-------- SUPPLIED DATA --------
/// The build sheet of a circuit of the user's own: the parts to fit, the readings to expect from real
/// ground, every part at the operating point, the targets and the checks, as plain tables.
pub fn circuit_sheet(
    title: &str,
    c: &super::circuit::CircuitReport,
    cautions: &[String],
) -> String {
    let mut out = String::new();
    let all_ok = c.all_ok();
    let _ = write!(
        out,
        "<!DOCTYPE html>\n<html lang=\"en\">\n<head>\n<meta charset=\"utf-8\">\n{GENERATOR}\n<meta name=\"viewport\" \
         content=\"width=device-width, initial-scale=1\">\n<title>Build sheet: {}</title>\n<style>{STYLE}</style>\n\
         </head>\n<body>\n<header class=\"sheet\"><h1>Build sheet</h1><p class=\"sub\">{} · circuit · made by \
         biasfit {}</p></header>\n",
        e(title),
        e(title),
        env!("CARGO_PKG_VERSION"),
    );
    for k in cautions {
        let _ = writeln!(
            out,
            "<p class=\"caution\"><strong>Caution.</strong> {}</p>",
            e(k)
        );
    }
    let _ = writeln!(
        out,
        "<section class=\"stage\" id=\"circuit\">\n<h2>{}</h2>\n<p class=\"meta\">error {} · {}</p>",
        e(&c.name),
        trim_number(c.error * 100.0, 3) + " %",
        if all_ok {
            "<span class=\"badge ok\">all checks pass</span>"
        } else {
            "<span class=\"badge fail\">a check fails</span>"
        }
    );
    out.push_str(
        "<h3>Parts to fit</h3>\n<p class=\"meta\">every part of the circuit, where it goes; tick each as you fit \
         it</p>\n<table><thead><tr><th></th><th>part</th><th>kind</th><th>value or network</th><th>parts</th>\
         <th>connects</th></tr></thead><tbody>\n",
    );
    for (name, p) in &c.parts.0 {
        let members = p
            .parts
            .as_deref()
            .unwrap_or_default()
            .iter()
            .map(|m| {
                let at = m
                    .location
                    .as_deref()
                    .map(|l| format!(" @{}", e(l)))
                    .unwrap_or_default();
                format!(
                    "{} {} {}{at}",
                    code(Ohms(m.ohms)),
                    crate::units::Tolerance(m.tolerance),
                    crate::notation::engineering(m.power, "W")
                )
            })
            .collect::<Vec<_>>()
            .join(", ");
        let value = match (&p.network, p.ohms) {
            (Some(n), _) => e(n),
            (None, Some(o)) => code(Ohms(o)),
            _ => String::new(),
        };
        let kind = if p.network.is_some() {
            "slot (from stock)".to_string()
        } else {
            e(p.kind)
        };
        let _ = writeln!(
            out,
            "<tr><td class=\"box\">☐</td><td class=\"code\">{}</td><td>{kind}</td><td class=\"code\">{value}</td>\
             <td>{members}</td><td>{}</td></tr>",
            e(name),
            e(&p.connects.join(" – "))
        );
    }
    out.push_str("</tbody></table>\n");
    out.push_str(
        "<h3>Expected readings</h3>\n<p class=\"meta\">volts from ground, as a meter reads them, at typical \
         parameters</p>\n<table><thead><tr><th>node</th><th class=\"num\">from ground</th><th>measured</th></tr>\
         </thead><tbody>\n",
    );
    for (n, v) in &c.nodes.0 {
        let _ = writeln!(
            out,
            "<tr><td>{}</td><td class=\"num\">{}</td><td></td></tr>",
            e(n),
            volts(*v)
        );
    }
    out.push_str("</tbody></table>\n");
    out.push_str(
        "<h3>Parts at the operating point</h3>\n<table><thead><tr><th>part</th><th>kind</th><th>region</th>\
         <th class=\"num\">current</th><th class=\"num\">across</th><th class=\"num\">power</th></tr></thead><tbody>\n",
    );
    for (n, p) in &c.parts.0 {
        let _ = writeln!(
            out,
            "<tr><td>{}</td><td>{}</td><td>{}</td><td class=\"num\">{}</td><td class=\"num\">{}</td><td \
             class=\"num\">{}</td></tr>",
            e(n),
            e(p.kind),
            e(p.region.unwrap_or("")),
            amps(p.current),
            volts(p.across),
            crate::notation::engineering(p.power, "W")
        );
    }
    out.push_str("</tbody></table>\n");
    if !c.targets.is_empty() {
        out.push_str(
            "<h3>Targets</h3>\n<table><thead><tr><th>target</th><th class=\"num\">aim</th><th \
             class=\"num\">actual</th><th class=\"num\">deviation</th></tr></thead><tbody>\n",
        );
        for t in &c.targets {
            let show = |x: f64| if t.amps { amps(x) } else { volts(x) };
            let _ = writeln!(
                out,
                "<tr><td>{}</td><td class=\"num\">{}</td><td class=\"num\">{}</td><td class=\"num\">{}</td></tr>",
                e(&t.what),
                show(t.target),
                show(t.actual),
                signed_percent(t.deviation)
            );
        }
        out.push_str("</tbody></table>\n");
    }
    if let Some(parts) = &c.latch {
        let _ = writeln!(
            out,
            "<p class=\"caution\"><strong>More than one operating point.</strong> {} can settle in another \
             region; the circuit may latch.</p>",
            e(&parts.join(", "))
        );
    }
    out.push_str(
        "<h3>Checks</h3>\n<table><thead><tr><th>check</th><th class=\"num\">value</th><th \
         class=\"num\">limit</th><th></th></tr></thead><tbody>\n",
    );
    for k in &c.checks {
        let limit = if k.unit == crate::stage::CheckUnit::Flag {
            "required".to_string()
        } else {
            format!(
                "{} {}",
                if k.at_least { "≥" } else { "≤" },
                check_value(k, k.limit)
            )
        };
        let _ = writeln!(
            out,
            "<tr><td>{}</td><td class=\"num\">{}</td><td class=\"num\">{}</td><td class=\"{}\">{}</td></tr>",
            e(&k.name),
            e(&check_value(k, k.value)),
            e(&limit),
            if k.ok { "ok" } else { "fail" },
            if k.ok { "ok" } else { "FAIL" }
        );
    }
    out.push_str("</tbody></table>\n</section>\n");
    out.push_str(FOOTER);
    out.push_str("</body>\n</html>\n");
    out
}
--------
-------- SUPPLIED DATA --------
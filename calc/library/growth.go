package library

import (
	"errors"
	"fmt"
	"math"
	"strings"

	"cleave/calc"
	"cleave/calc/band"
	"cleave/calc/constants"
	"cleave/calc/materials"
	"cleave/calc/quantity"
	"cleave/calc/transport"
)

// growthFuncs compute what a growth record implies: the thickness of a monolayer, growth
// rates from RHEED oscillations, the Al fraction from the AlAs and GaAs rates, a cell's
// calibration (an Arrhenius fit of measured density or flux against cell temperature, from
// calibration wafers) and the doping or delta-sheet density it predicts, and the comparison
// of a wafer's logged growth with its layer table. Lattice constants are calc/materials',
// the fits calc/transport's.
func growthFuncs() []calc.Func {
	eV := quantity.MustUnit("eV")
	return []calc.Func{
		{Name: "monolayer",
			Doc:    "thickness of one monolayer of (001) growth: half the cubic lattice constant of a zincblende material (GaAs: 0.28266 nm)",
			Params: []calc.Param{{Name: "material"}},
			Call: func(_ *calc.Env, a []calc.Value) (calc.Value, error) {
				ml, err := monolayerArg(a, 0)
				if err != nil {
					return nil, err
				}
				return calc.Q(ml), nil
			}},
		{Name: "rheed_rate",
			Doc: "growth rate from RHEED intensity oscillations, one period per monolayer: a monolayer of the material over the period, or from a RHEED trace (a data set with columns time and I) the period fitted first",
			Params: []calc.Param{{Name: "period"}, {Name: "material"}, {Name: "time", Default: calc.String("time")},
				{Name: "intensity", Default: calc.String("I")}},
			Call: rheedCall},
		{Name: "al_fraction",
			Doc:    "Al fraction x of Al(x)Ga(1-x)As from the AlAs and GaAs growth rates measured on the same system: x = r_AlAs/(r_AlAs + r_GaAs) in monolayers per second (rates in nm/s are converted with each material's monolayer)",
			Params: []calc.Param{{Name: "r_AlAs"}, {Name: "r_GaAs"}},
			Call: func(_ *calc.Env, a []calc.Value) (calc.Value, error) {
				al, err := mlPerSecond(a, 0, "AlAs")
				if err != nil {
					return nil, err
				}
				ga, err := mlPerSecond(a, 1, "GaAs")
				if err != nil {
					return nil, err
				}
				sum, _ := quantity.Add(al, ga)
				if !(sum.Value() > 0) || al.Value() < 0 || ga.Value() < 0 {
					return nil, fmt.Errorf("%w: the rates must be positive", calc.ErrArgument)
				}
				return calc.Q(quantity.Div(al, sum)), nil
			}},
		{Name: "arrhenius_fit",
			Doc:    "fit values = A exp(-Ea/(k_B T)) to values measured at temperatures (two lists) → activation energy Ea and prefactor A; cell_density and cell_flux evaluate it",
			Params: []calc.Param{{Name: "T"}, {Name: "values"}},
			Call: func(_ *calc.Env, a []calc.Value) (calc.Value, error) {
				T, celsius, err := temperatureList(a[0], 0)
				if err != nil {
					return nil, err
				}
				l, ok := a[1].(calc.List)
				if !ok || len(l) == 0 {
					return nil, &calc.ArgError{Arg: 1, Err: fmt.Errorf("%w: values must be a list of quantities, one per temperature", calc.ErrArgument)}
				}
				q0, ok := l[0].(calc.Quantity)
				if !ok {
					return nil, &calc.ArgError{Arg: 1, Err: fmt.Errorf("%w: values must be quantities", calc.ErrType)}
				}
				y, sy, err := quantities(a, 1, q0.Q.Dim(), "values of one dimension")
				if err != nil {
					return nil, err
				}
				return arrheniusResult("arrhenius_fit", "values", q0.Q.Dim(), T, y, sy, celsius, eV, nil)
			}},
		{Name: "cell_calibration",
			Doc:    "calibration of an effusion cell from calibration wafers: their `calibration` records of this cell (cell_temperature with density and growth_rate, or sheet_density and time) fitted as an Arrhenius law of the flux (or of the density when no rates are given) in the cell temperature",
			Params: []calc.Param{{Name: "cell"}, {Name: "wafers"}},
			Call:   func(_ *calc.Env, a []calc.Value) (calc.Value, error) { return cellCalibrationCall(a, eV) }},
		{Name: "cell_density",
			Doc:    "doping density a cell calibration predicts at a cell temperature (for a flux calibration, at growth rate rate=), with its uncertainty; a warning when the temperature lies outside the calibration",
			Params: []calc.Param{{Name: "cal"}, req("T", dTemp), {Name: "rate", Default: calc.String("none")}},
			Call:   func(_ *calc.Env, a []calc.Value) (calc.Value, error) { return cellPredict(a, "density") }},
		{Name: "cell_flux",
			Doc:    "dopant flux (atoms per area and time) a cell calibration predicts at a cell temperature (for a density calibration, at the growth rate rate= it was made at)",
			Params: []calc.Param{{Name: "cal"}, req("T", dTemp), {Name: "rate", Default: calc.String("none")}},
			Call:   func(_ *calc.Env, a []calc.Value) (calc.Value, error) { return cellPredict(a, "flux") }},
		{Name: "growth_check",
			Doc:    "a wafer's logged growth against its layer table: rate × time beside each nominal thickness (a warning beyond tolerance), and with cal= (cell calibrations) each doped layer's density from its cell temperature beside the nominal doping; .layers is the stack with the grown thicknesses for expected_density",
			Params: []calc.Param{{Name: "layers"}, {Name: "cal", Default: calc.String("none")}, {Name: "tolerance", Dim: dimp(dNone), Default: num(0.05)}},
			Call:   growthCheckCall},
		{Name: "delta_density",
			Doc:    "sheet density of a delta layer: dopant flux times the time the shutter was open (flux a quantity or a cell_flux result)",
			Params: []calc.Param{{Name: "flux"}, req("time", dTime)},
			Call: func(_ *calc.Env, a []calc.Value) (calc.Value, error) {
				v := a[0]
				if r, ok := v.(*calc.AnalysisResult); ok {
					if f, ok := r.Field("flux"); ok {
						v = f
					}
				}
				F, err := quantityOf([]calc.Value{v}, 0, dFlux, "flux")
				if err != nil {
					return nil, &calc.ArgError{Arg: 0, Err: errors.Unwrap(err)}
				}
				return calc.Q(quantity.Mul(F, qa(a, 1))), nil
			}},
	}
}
--------
WORK INSTRUCTION> Could you transcribe the entries above word for word, from the line with "q0, ok := l[0].(calc.Quantity)" down to the line with "density a cell", keeping both?

EXERCISE SOLUTION>
				q0, ok := l[0].(calc.Quantity)
				if !ok {
					return nil, &calc.ArgError{Arg: 1, Err: fmt.Errorf("%w: values must be quantities", calc.ErrType)}
				}
				y, sy, err := quantities(a, 1, q0.Q.Dim(), "values of one dimension")
				if err != nil {
					return nil, err
				}
				return arrheniusResult("arrhenius_fit", "values", q0.Q.Dim(), T, y, sy, celsius, eV, nil)
			}},
		{Name: "cell_calibration",
			Doc:    "calibration of an effusion cell from calibration wafers: their `calibration` records of this cell (cell_temperature with density and growth_rate, or sheet_density and time) fitted as an Arrhenius law of the flux (or of the density when no rates are given) in the cell temperature",
			Params: []calc.Param{{Name: "cell"}, {Name: "wafers"}},
			Call:   func(_ *calc.Env, a []calc.Value) (calc.Value, error) { return cellCalibrationCall(a, eV) }},
		{Name: "cell_density",
			Doc:    "doping density a cell calibration predicts at a cell temperature (for a flux calibration, at growth rate rate=), with its uncertainty; a warning when the temperature lies outside the calibration",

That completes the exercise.